What is the market outlook for the next two years?
Gross mortgage lending fell to £225.5 billion in 2023, down 28% on the previous year, the Intermediary Mortgage Lenders Association (IMLA) has reported.
House purchase lending and remortgaging experienced respective drops of 30% to £135 billion and 24% to £82 billion, with the primary catalyst for the downturn being attributed to higher mortgage rates.
The buy-to-let market saw a more pronounced decline, as gross lending was estimated to have plummeted by 48% to £30 billion in 2023. House purchase lending within the buy-to-let category fell by 51% to £8.5 billion, while remortgaging declined by 46% to £20.5 billion with the buy-to-let market feeling the impact of deteriorating affordability much harder compared to the owner-occupied market.
IMLA, in its recently published ‘New Normal’ report, also detailed the market outlook for 2024 and 2025.
The report forecasts that gross mortgage lending will fall further to £205 billion in 2024 before recovering slightly to £210 billion in 2025. House purchase lending is expected to drop to £120 billion next year and rise to £122 billion after a year, while remortgaging is predicted to fall to £78 billion and then increase to £80 billion in the next two years.

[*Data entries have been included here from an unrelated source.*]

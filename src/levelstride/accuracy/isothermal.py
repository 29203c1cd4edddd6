"""Waves of isothermal air at rest between ground and lid, in closed form."""

from __future__ import annotations

from dataclasses import dataclass

import numpy as np

from levelstride.column.air import Background
from levelstride.column.column import Column
from levelstride.constants import GAS_CONSTANT, GRAVITY, HEAT_CAPACITY, HEAT_CAPACITY_RATIO

SAME_TEMPERATURE = 1e-9
"""Relative differences of temperature up to this are none."""


@dataclass(frozen=True, slots=True)
class IsothermalWaves:
    """Frequencies of all waves of an isothermal column.

    Parameters
    ----------
    temperature_k : float
        [K]
    top_m : float
        Height D of the rigid lid [m].

    Notes
    -----
    With density rho0 proportional to exp(-z/H), H = R T/g, write sqrt(rho0) u = U,
    sqrt(rho0) w = W, p'/sqrt(rho0) = P and sqrt(rho0) g theta'/theta0 = B. With
    G = 1/(2 H) - g/c^2 and waves exp(i (k x + omega t)) the linear equations become

        i omega U = -i k P                  i omega B = -N^2 W
        i omega W = -(d/dz - G) P + B       i omega P = -c^2 (i k U + (d/dz + G) W).

    The two on the left eliminate U and B:

        i P (omega^2 - c^2 k^2) / omega = -c^2 (d/dz + G) W
        i W (omega^2 - N^2) / omega = -(d/dz - G) P

    and together (omega^2 - N^2)(omega^2 - c^2 k^2) W = -c^2 omega^2 (d^2/dz^2 - G^2) W. With
    W = 0 at ground and lid, W = sin(m z), m = j pi/D, j = 1, 2, ...:

        omega^4 - omega^2 (c^2 (k^2 + m^2 + G^2) + N^2) + N^2 c^2 k^2 = 0.

    The larger root is the sound wave of vertical order j, the smaller one the gravity wave. W = 0
    everywhere leaves omega = c |k| and P proportional to exp(G z), the Lamb wave. (Textbook: e.g.
    Gill 1982, Atmosphere-Ocean Dynamics, section 6.14, for the unbounded atmosphere; from memory.)

    k is the horizontal gradient symbol of the model, |k_x|, so that what differs is due to the
    levels alone; the horizontal scheme distorts k by itself.
    """

    temperature_k: float
    top_m: float

    @property
    def sound_speed_squared(self) -> float:
        """c^2 [m2/s2]."""
        return HEAT_CAPACITY_RATIO * GAS_CONSTANT * self.temperature_k

    @property
    def n_squared(self) -> float:
        """N^2 = g^2/(cp T) [1/s2]."""
        return GRAVITY**2 / (HEAT_CAPACITY * self.temperature_k)

    @property
    def decay_per_m(self) -> float:
        """G = 1/(2 H) - g/c^2 [1/m]; negative, as 1/gamma is more than one half."""
        half = GRAVITY / (2 * GAS_CONSTANT * self.temperature_k)
        return half - GRAVITY / self.sound_speed_squared

    def sound_and_gravity(self, gradient_per_m: float, order: int) -> tuple[float, float]:
        """Frequencies of the sound and the gravity wave of one vertical order [1/s].

        Parameters
        ----------
        gradient_per_m : float
            |k_x| along the wave [1/m].
        order : int
            1 for the gravest.
        """
        c2, n2 = self.sound_speed_squared, self.n_squared
        vertical = (order * np.pi / self.top_m) ** 2 + self.decay_per_m**2
        middle, last = c2 * (gradient_per_m**2 + vertical) + n2, n2 * c2 * gradient_per_m**2
        high = (middle + np.sqrt(middle**2 - 4 * last)) / 2
        return float(np.sqrt(high)), float(np.sqrt(last / high))

    def frequency(self, kind: str, order: int, gradient_per_m: float) -> float | None:
        """Frequency of a wave by its kind [1/s]; None for kinds that stand still."""
        match kind:
            case "sound":
                return self.sound_and_gravity(gradient_per_m, order)[0]
            case "gravity":
                return self.sound_and_gravity(gradient_per_m, order)[1]
            case "Lamb":
                return float(np.sqrt(self.sound_speed_squared)) * abs(gradient_per_m)
            case _:
                return None


def isothermal_waves(column: Column, air: Background) -> IsothermalWaves | None:
    """Return the closed form where it applies, None elsewhere.

    It applies to isothermal air; wind, slope, rotation and damping, which the column may have as
    well, are not in it: it is that of the column at rest on flat ground.
    """
    temperature = np.concatenate([air.temperature_c, air.temperature_f])
    mean = float(temperature.mean())
    if np.abs(temperature - mean).max() > SAME_TEMPERATURE * mean:
        return None
    return IsothermalWaves(mean, column.levels.top_m)
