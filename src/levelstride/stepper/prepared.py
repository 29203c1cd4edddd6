"""What a stepper knows of an operator and a tableau whatever the length of the step."""

from __future__ import annotations

from functools import lru_cache

import numpy as np

from levelstride.operator.bands import Banded
from levelstride.splitting.parts import Parts
from levelstride.stepper.helmholtz import Couplings, obstacles
from levelstride.stepper.kernels import Rows
from levelstride.stepper.plan import Plan, Scheme


def rows_of(matrix: Banded) -> Rows:
    """Turn a banded matrix into rows, leaving out the zeros of its diagonals."""
    n, offsets = matrix.size, np.array(matrix.offsets, dtype=np.int64)
    by_row = matrix.diagonals.T
    row, k = np.nonzero(by_row)
    start = np.zeros(n + 1, dtype=np.int64)
    np.cumsum(np.bincount(row, minlength=n), out=start[1:])
    return Rows(start, row + offsets[k], np.ascontiguousarray(by_row[row, k]))


class Prepared:
    """An operator sorted for a tableau: shared by all steps of a scan.

    Parameters
    ----------
    parts : Parts
    scheme : Scheme

    Attributes
    ----------
    dtype : numpy.dtype
        float64 where the whole operator is real, complex128 otherwise.
    fast, after, after_implicit : Banded
        Of that type; no fast part for a tableau of kind ``explicit``.
    slow_rows, fast_rows : Rows
    plan : Plan
    obstacles : frozenset of str
        Implicit terms that forbid the tridiagonal form.
    couplings : Couplings or None
        None where that form is forbidden or nothing is solved.
    """

    def __init__(self, parts: Parts, scheme: Scheme) -> None:
        self.layout = parts.layout
        self.dtype = np.dtype(np.float64 if parts.is_real else np.complex128)
        explicit = scheme.kind == "explicit"
        slow = self._typed(parts.slow + parts.fast if explicit else parts.slow)
        self.fast = self._typed(Banded.zeros(slow.size) if explicit else parts.fast)
        self.after = self._typed(parts.after)
        self.after_implicit = self._typed(parts.after_implicit)
        self.plan = Plan(scheme, has_slow=not slow.is_zero, has_fast=not self.fast.is_zero)
        self.slow_rows = rows_of(slow)
        self.fast_rows = rows_of(self.fast)
        self.obstacles = obstacles(parts.implicit_terms)
        self.couplings: Couplings | None = None
        if self.plan.solves and not self.obstacles:
            self.couplings = Couplings.of(self.fast, parts.layout, self.dtype)

    def _typed(self, matrix: Banded) -> Banded:
        if self.dtype.kind == "f":
            return matrix.real()
        return Banded(matrix.offsets, matrix.diagonals.astype(self.dtype))


@lru_cache(maxsize=64)
def prepare(parts: Parts, scheme: Scheme) -> Prepared:
    """Keep what is known of the latest operators: a search for a step comes back to each."""
    return Prepared(parts, scheme)
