"""What one step does to the modes of one wave, each matched with its eigenvalue of R(dt)."""

from __future__ import annotations

from dataclasses import dataclass
from typing import Final

import numpy as np
from numpy.typing import NDArray

from levelstride.accuracy.matching import Array, Complex, Follower, Mask
from levelstride.accuracy.modes import LARGEST_CONDITION, STILL, Modes, resolved_gravity
from levelstride.accuracy.wave_errors import LARGEST_EXPONENT, NO_TURN, ResolvedWaves
from levelstride.operator.state import Index

HOUR_S: Final = 3600.0

TINY: Final = float(np.finfo(np.float64).tiny)


@dataclass(frozen=True, slots=True, eq=False)
class MatchedErrors:
    """What one step does to each mode of one wave, apart from what the column does to it.

    Attributes
    ----------
    kappa : float
        Wavenumber along one axis [1/m].
    air : str
    kind : ndarray of str, shape (nmode,)
    vertical_order : ndarray of int, shape (nmode,)
    frequency : ndarray, shape (nmode,)
        Exact frequency of the mode or, where larger, its intrinsic frequency; not negative [1/s].
    factor : ndarray of complex, shape (nmode,)
        Eigenvalue of R(dt) [1].
    frequency_error : ndarray, shape (nmode,)
        |turn - omega dt| / (frequency dt), turn being the phase of the factor by continuation [1];
        NaN for modes that stand still or are faint.
    per_period, per_hour : ndarray, shape (nmode,)
        Relative changes of amplitude [1]; the first is NaN for modes that stand still.
    matched, faint, resolved : ndarray of bool, shape (nmode,)
        Whether the mode is matched, else all numbers are NaN; whether one step leaves less than a
        tenth of it, so that it has no phase; whether it is a resolved gravity wave.
    entangled : int
        Number of modes not looked for, because they are part of a transient.
    growth_per_s : float
        Growth rate of the largest eigenvalue of R(dt), less that of the column itself [1/s].
    """

    kappa: float
    air: str
    kind: NDArray[np.str_]
    vertical_order: Index
    frequency: Array
    factor: Complex
    frequency_error: Array
    per_period: Array
    per_hour: Array
    matched: Mask
    faint: Mask
    resolved: Mask
    entangled: int
    growth_per_s: float


def matched_errors(waves: ResolvedWaves, follower: Follower, dt: float) -> MatchedErrors:
    """Follow modes to a step and compare their eigenvalues with the exact ones.

    Parameters
    ----------
    waves : ResolvedWaves
    follower : Follower
        Of the same wave.
    dt : float
        Step [s].

    Raises
    ------
    CalculationError
        If an implicit stage has no solution at this step.

    Notes
    -----
    Modes that stand still share one eigenvalue, so that any mixture of them is a mode: they are
    matched together, and all of them are ambiguous if the space that they span is.
    """
    modes = waves.modes
    still = _still(modes)
    entangled = ~still & (modes.condition > LARGEST_CONDITION)
    moving = modes.select(~still & ~entangled)
    found = follower.follow(moving.growth + 1j * moving.frequency, moving.vectors, moving.duals, dt)
    standing = modes.select(still)
    together = follower.bundle(standing.vectors, standing.duals, dt)
    count = standing.frequency.size
    factor = np.concatenate(
        [found.factor, np.full(count, np.nan) if together is None else together]
    )
    turn = np.concatenate([found.turn, np.full(count, np.nan)])
    growth = np.concatenate([moving.growth, standing.growth])
    exact = np.concatenate([moving.frequency, np.zeros(count)])
    frequency = np.concatenate([effective_frequency(moving), np.zeros(count)])
    per_turn = 1.0 / np.where(frequency * dt > NO_TURN, frequency * dt, np.nan)
    rate = np.log(np.maximum(np.abs(factor), TINY)) / dt - growth
    matched = np.isfinite(factor)
    return MatchedErrors(
        waves.kappa,
        waves.air,
        np.concatenate([moving.kind, standing.kind]),
        np.concatenate([moving.vertical_order, standing.vertical_order]),
        frequency,
        factor,
        np.abs(turn - exact * dt) * per_turn,
        _change(rate * (2 * np.pi * dt * per_turn)),
        _change(rate * HOUR_S),
        matched,
        matched & ~np.isfinite(turn) & (frequency > 0),
        np.concatenate([resolved_gravity(moving), np.zeros(count, dtype=bool)]),
        int(entangled.sum()),
        float(np.log(max(found.radius, TINY)) / dt) - waves.own_growth_per_s,
    )


def effective_frequency(modes: Modes) -> Array:
    """The larger of a mode's frequency and its intrinsic frequency, shape (nmode,) [1/s]."""
    return np.asarray(np.maximum(np.abs(modes.frequency), np.abs(modes.intrinsic_frequency)))


def _still(modes: Modes) -> Mask:
    """Modes whose frequency and growth are zero, shape (nmode,)."""
    size = np.abs(modes.frequency + 1j * modes.growth)
    return np.asarray(size <= STILL * size.max(initial=0.0))


def _change(exponent: Array) -> Array:
    return np.asarray(np.expm1(np.clip(exponent, -LARGEST_EXPONENT, LARGEST_EXPONENT)))
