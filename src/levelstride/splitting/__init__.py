"""Which term is treated how."""

from levelstride.splitting.parts import Parts, split_operator
from levelstride.splitting.splitting import Splitting, resolve

__all__ = ["Parts", "Splitting", "resolve", "split_operator"]
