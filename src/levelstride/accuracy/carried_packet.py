"""What steps make of a packet of gravity waves, and what the air itself makes of it."""

from __future__ import annotations

from dataclasses import dataclass
from functools import lru_cache
from typing import Any, Final

import numpy as np
from numpy.typing import NDArray

from levelstride.accuracy.exponential import Exponential
from levelstride.accuracy.packet import Packet, gravity_packet
from levelstride.column.column import Column
from levelstride.errors import CalculationError
from levelstride.results.wording import number
from levelstride.results.work_precision import PacketSummary
from levelstride.stepper.any_scheme import AnyStepper, first_steps, levels_of

Matrix = NDArray[Any]

SQUARING_S: Final = 1.3e-10
"""About the time of a real product of two square matrices, per cubed row [s]."""

APPLYING_S: Final = 1.3e-9
"""About the time of a real matrix times a state, per squared row [s]."""

STEPPING_S: Final = (6e-5, 1e-7)
"""About the time of one step of one state: at all, and per unknown [s]."""


@dataclass(frozen=True, slots=True, eq=False)
class ExactPacket:
    """A packet with what the air itself makes of it.

    Attributes
    ----------
    packet : Packet
        At the start.
    end : ndarray of complex, shape (nstate,)
        At the end, in energy coordinates.
    round_off : float
        What round-off may do within the time [1].
    summary : PacketSummary
    """

    packet: Packet
    end: NDArray[np.complex128]
    round_off: float
    summary: PacketSummary


@lru_cache(maxsize=8)
def exact_packets(column: Column, time_s: float) -> tuple[tuple[ExactPacket, ...], tuple[str, ...]]:
    """Carry the packet of every air state exactly; found once for all tableaux and splittings.

    Parameters
    ----------
    column : Column
    time_s : float
        Time [s].

    Returns
    -------
    tuple of ExactPacket
        At least one.
    tuple of str
        Why air states were left out, if any were.

    Raises
    ------
    CalculationError
        If no air state has a resolved gravity wave.
    """
    runs: list[ExactPacket] = []
    left_out: list[str] = []
    for air in column.airs:
        try:
            packet = gravity_packet(column, air)
        except CalculationError as error:
            left_out.append(str(error))
            continue
        flow = Exponential(packet.operator)
        end = flow.apply(time_s, packet.state)
        kept = float(np.linalg.norm(end))
        if kept == 0.0:
            raise CalculationError(
                f"air '{air.name}': nothing is left of the packet after {number(time_s)} s"
            )
        summary = PacketSummary(
            air=air.name,
            wavelength_m=packet.wavelength_m,
            centre_m=packet.centre_m,
            half_width_m=packet.half_width_m,
            vertical_wavelength_m=packet.vertical_wavelength_m,
            period_s=packet.period_s,
            modes=packet.nmode,
            kept=kept,
        )
        runs.append(ExactPacket(packet, end, flow.round_off(time_s) / min(kept, 1.0), summary))
    if not runs:
        raise CalculationError("\n".join(left_out))
    return tuple(runs), tuple(left_out)


def march(stepper: AnyStepper, state: Matrix, steps: int) -> Matrix:
    """Take many equal steps of one state.

    One by one where they are few for the number of unknowns; else the matrix of one step is squared
    some times over, and its power applied as often as is left.

    Parameters
    ----------
    stepper : AnyStepper
        One that needs more time levels takes its first steps by its own start.
    state : ndarray, shape (nstate,)
    steps : int

    Returns
    -------
    ndarray of complex, shape (nstate,)
        Not finite if it outgrows all numbers.
    """
    lanes = np.array(state, dtype=np.complex128)[:, None]
    if stepper.dtype.kind == "f":  # real and imaginary part are two states of a real operator
        lanes = lanes.view(np.float64)
    lanes, steps = first_steps(stepper, lanes, steps)
    squarings = _squarings(stepper, steps)
    with np.errstate(over="ignore", invalid="ignore", divide="ignore"):
        if squarings is None:
            for _ in range(steps):
                lanes = stepper.step(lanes)
        else:
            power = stepper.matrix()
            for _ in range(squarings):
                if steps % 2:
                    lanes = power @ lanes
                power, steps = power @ power, steps // 2
            for _ in range(steps):
                lanes = power @ lanes
    return np.ascontiguousarray(lanes).view(np.complex128)[: stepper.layout.size, 0]


def _squarings(stepper: AnyStepper, steps: int) -> int | None:
    """How often to square the matrix of a step, or None to take the steps one by one."""
    n = stepper.layout.size * levels_of(stepper)
    arithmetic = 3.5 if stepper.dtype.kind == "c" else 1.0
    step_s = STEPPING_S[0] + STEPPING_S[1] * arithmetic * n

    def cost(k: int) -> float:
        applied = arithmetic * APPLYING_S * n**2 * (steps / 2**k + k / 2)
        return float(n / 20 * step_s + arithmetic * SQUARING_S * n**3 * k + applied)

    best = min(range(steps.bit_length()), key=cost)
    return best if cost(best) < steps * step_s else None
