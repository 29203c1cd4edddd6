"""A splitting: every term of the catalogue with its treatment."""

from __future__ import annotations

import difflib
from collections.abc import Mapping
from dataclasses import dataclass
from types import MappingProxyType

from levelstride.errors import InputError
from levelstride.operator.terms import CATALOGUE
from levelstride.splitting.groups import GROUPS, TREATMENTS, WHOLE


@dataclass(frozen=True)
class Splitting:
    """Every term with its treatment.

    Attributes
    ----------
    name : str
        As the user gave it, in standard spelling.
    treatment : mapping of str to str
        Complete: one of ``TREATMENTS`` for every term of the catalogue.
    """

    name: str
    treatment: Mapping[str, str]

    def terms(self, treatment: str) -> tuple[str, ...]:
        """Names of the terms with this treatment, in catalogue order."""
        return tuple(term for term in CATALOGUE if self.treatment[term] == treatment)

    @property
    def implicit(self) -> frozenset[str]:
        """The fast terms."""
        return frozenset(self.terms("implicit"))

    def with_treatment(self, term: str, treatment: str) -> Splitting:
        """Return the splitting with one term treated differently."""
        mapping = {**self.treatment, term: treatment}
        return Splitting(f"{self.name}, {term} {treatment}", MappingProxyType(mapping))

    def without_implicit(self) -> Splitting:
        """Return it, under its own name, as an explicit tableau takes it: fast terms explicit."""
        mapping = {**self.treatment, **dict.fromkeys(self.implicit, "explicit")}
        return Splitting(self.name, MappingProxyType(mapping))


def resolve(given: str | Mapping[str, str], *, where: str = "split") -> Splitting:
    """Turn what a user wrote into a splitting.

    Parameters
    ----------
    given : str or mapping
        Groups and single terms joined by ``+``, ``all-explicit``, ``all-implicit``; or a mapping
        of term to treatment, terms left out being explicit. A mapping may carry the key ``name``
        with such a list, which the other keys then change.
    where : str
        File and key for the message.

    Raises
    ------
    InputError
        If a name or treatment is unknown; every mistake on a line of its own.
    """
    if isinstance(given, str):
        return _from_text(given, where)
    base = str(given.get("name", "all-explicit"))
    splitting = _from_text(base, where)
    treatment, problems = dict(splitting.treatment), []
    for key, value in given.items():
        if key == "name":
            continue
        term = _standard(key)
        if term not in CATALOGUE:
            problems.append(_unknown(where, key, "term", tuple(CATALOGUE)))
        elif _standard(value) not in TREATMENTS:
            problems.append(_unknown(f"{where}.{key}", value, "treatment", TREATMENTS))
        else:
            treatment[term] = _standard(value)
    if problems:
        raise InputError(*problems)
    changes = [
        f"{term} {treatment[term]}"
        for term in CATALOGUE
        if treatment[term] != splitting.treatment[term]
    ]
    name = ", ".join([splitting.name, *changes]) if changes else splitting.name
    return Splitting(name, MappingProxyType(treatment))


def _from_text(text: str, where: str) -> Splitting:
    parts = list(dict.fromkeys(_standard(part) for part in text.split("+")))
    fast: set[str] = set()
    problems = []
    for part in parts:
        if part in WHOLE and len(parts) == 1:
            fast |= set(WHOLE[part])
        elif part in GROUPS:
            fast |= set(GROUPS[part])
        elif part in CATALOGUE:
            fast.add(part)
        elif part in WHOLE:
            problems.append(
                f"{where}: '{part}' in '{text}' stands alone; leave out the other names"
            )
        else:
            known = tuple(dict.fromkeys((*GROUPS, *WHOLE, *CATALOGUE)))
            problems.append(_unknown(where, part, "group or term", known))
    if problems:
        raise InputError(*problems)
    treatment = {term: "implicit" if term in fast else "explicit" for term in CATALOGUE}
    return Splitting("+".join(parts), MappingProxyType(treatment))


def _standard(text: str) -> str:
    return "-".join(str(text).strip().lower().replace("_", " ").replace("-", " ").split())


def _unknown(where: str, got: str, what: str, known: tuple[str, ...]) -> str:
    nearest = difflib.get_close_matches(_standard(got), known, n=1, cutoff=0.3)
    hint = f"the nearest is '{nearest[0]}'; " if nearest else ""
    return f"{where}: unknown {what} '{got}'; {hint}known are {', '.join(known)}"
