"""LU factors of a banded matrix, for every implicit set that has no tridiagonal form."""

from __future__ import annotations

from dataclasses import dataclass
from typing import Any, Final, cast

import numpy as np
from numpy.typing import NDArray
from scipy.linalg import get_lapack_funcs

from levelstride.operator.bands import Banded

Array = NDArray[Any]

_SINGULAR: Final = 1e-13
"""Reciprocal condition, after equilibration, below which a matrix counts as singular."""


def identity_minus(matrix: Banded, h: float) -> Banded:
    """Return I - h A."""
    one = Banded((0,), np.ones((1, matrix.size)))
    return one - matrix.scaled(h)


@dataclass(frozen=True, slots=True, eq=False)
class BandedFactors:
    """LU factors with row interchanges of a matrix whose rows and columns were scaled to one.

    The unknowns differ in units by many powers of ten; without the scaling neither the choice of
    pivots nor the estimated condition would mean anything.
    """

    factors: Array
    pivots: Array
    lower: int
    upper: int
    row_scale: Array
    column_scale: Array
    weakest: int | None

    @classmethod
    def of(cls, matrix: Banded) -> BandedFactors:
        """Factor a matrix; ``weakest`` is the unknown that makes it singular, None if it is not."""
        lower, upper = matrix.lower, matrix.upper
        rows, columns = _scales(matrix)
        scaled = _scaled(matrix, rows, columns)
        band = _lapack_band(scaled, lower, upper)
        factorise, condition = _lapack("gbtrf", band), _lapack("gbcon", band)
        factors, pivots, info = factorise(band, lower, upper)
        weakest: int | None = int(info) - 1 if info > 0 else None
        if weakest is None:
            norm = np.abs(scaled.diagonals).sum(axis=0).max()
            reciprocal, _ = condition(lower, upper, factors, pivots, norm, norm="I")
            if not reciprocal > _SINGULAR:
                weakest = int(np.argmin(np.abs(factors[lower + upper])))
        return cls(factors, pivots, lower, upper, rows, columns, weakest)

    def solve(self, rhs: Array) -> Array:
        """Solve for many right-hand sides, shape (nstate, nlane), of the factors' own type."""
        backward = _lapack("gbtrs", self.factors)
        scaled = np.asfortranarray(self.row_scale[:, None] * rhs, dtype=self.factors.dtype)
        solution, _ = backward(
            self.factors, self.lower, self.upper, scaled, self.pivots, overwrite_b=True
        )
        return np.ascontiguousarray(self.column_scale[:, None] * solution)


def _lapack(name: str, matrix: Array) -> Any:
    routine: Any
    (routine,) = cast(Any, get_lapack_funcs((name,), (matrix,)))
    return routine


def _power_of_two(largest: Array) -> Array:
    safe = np.where(largest > 0.0, largest, 1.0)
    scale: Array = np.exp2(-np.round(np.log2(safe)))
    return scale


def _scales(matrix: Banded) -> tuple[Array, Array]:
    """Scales, powers of two, after a few rounds of which rows and columns are of size one."""
    n = matrix.size
    rows, columns = np.ones(n), np.ones(n)
    for _ in range(3):
        moduli = np.abs(_scaled(matrix, rows, columns).diagonals)
        rows *= _power_of_two(moduli.max(axis=0))
        moduli = np.abs(_scaled(matrix, rows, columns).diagonals)
        largest = np.zeros(n)
        for k, offset in enumerate(matrix.offsets):
            low, high = max(0, -offset), min(n, n - offset)
            target = largest[low + offset : high + offset]
            np.maximum(target, moduli[k, low:high], out=target)
        columns *= _power_of_two(largest)
    return rows, columns


def _scaled(matrix: Banded, rows: Array, columns: Array) -> Banded:
    n, diagonals = matrix.size, matrix.diagonals * rows
    for k, offset in enumerate(matrix.offsets):
        low, high = max(0, -offset), min(n, n - offset)
        diagonals[k, low:high] *= columns[low + offset : high + offset]
    return Banded(matrix.offsets, diagonals)


def _lapack_band(matrix: Banded, lower: int, upper: int) -> Array:
    """Column-aligned band with room for the fill-in, shape (2 lower + upper + 1, nstate)."""
    n = matrix.size
    band = np.zeros((2 * lower + upper + 1, n), dtype=matrix.diagonals.dtype, order="F")
    for k, offset in enumerate(matrix.offsets):
        low, high = max(0, -offset), min(n, n - offset)
        band[lower + upper - offset, low + offset : high + offset] = matrix.diagonals[k, low:high]
    return band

Data cited in the report also indicates that, on average, home mover mortgage interest payments accounted for 12.7% of gross income in the first nine months of 2023, slightly below the long-run average of 13.8%.
First-time buyers faced a higher burden, with the 2023 figure of 16% exceeding the long-run average of 14.8%, underscoring the challenges faced by first-time buyers as house price inflation outpaces income growth.
Meanwhile, the report anticipates a continued rise in the market share of mortgage intermediaries, increasing from 84% in the previous year to 89% in 2024, with expectations of surpassing 90% in 2025.
However, despite the upward trajectory in market share, the value of lending arranged by intermediaries is projected to decrease by 6% in 2024. A more optimistic outlook is predicted for 2025, with a projected 4% rise in broker business volumes.
“After the shocks that have buffeted the global economy in recent years – lockdowns in 2020 and 2021 and the Russian invasion of Ukraine in 2022 – 2023 saw a welcome respite and a partial return to normality as the disruption from supply chain and war-related dislocation eased considerably,” Kate Davies (pictured), executive director at the Intermediary Mortgage Lenders Association, commented.
“However, our ‘new normal’ is a higher interest rate environment than the one to which we became perhaps too accustomed post-financial crisis. The increase in base rate from 0.1% to 5.25% in just over two years has inevitably subdued the mortgage sector to a degree. Yet the housing market has proved remarkably resilient and mortgage affordability is comfortable for the typical borrower – although longer mortgage terms are no doubt a factor.
“In these more challenging times, intermediaries have played a key role in directing borrowers to the most appropriate financial solutions for their needs, and their advice will continue to be vital for the borrowing community in 2024 and beyond.”